(Beginning of RECORDS TO USE)
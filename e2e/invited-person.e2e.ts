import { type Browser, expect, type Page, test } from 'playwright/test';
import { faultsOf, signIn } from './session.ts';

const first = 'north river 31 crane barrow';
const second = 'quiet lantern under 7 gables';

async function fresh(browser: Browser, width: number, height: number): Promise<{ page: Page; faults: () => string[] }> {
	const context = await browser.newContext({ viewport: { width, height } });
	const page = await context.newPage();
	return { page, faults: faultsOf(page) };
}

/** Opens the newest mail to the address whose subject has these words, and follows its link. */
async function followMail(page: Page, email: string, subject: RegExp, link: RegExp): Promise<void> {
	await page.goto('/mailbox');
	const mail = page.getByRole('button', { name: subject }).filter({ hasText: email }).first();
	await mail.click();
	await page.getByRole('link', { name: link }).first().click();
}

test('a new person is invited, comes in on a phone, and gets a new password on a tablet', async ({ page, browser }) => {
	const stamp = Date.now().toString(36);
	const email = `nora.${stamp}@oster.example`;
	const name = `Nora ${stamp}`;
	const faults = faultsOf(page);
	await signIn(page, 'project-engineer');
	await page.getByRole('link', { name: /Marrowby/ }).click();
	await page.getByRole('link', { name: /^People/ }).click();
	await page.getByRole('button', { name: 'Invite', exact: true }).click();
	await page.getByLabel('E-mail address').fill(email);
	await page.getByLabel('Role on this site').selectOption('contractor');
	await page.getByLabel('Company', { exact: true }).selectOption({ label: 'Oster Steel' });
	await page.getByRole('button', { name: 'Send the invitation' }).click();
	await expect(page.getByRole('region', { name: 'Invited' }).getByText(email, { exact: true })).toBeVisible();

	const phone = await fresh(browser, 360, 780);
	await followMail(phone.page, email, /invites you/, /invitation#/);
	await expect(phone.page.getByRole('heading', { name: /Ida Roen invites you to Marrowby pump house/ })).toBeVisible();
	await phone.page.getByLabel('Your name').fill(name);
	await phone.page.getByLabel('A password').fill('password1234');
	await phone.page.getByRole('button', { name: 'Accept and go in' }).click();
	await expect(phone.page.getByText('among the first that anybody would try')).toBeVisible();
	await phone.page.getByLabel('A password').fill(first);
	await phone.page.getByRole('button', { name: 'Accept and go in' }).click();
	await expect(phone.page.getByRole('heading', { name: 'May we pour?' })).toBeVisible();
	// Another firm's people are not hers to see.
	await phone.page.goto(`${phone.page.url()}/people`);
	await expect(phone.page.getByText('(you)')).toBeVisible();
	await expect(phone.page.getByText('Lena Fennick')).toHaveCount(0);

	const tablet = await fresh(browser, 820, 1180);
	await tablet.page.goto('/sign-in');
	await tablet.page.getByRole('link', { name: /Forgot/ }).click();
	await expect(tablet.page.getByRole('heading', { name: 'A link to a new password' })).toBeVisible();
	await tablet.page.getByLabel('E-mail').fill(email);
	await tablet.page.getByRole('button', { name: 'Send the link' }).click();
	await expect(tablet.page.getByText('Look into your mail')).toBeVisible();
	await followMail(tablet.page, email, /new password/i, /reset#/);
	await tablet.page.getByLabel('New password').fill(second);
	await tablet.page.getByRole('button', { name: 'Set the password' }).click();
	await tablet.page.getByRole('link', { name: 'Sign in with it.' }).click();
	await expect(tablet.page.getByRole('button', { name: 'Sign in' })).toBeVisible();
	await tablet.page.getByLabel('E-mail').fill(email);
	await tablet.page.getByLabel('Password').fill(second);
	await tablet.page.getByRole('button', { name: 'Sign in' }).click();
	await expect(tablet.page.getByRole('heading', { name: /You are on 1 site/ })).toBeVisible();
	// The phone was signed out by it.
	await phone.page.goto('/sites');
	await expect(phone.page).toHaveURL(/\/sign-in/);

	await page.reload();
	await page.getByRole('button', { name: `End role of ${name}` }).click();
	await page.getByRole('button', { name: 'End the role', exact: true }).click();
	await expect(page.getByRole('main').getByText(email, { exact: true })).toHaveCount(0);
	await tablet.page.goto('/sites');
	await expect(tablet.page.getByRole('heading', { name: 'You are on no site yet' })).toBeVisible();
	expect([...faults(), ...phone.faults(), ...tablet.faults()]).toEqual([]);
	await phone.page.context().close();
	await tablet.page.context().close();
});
(End of RECORDS TO USE)
(Beginning of RECORDS TO USE)
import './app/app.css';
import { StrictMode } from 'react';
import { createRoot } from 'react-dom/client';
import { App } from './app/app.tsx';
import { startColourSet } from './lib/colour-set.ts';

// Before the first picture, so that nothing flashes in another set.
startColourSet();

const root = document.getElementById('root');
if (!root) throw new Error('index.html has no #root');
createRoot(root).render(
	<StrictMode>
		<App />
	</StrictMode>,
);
(End of RECORDS TO USE)
* **TASK BRIEF**: Could you set down, exactly as written, the lines above between the one holding "const faults = faultsOf(page);" and the one holding "name: 'Invite', exact: true", inclusive, and nothing more?

* **ANSWER BELOW**:
	const faults = faultsOf(page);
	await signIn(page, 'project-engineer');
	await page.getByRole('link', { name: /Marrowby/ }).click();
	await page.getByRole('link', { name: /^People/ }).click();
	await page.getByRole('button', { name: 'Invite', exact: true }).click();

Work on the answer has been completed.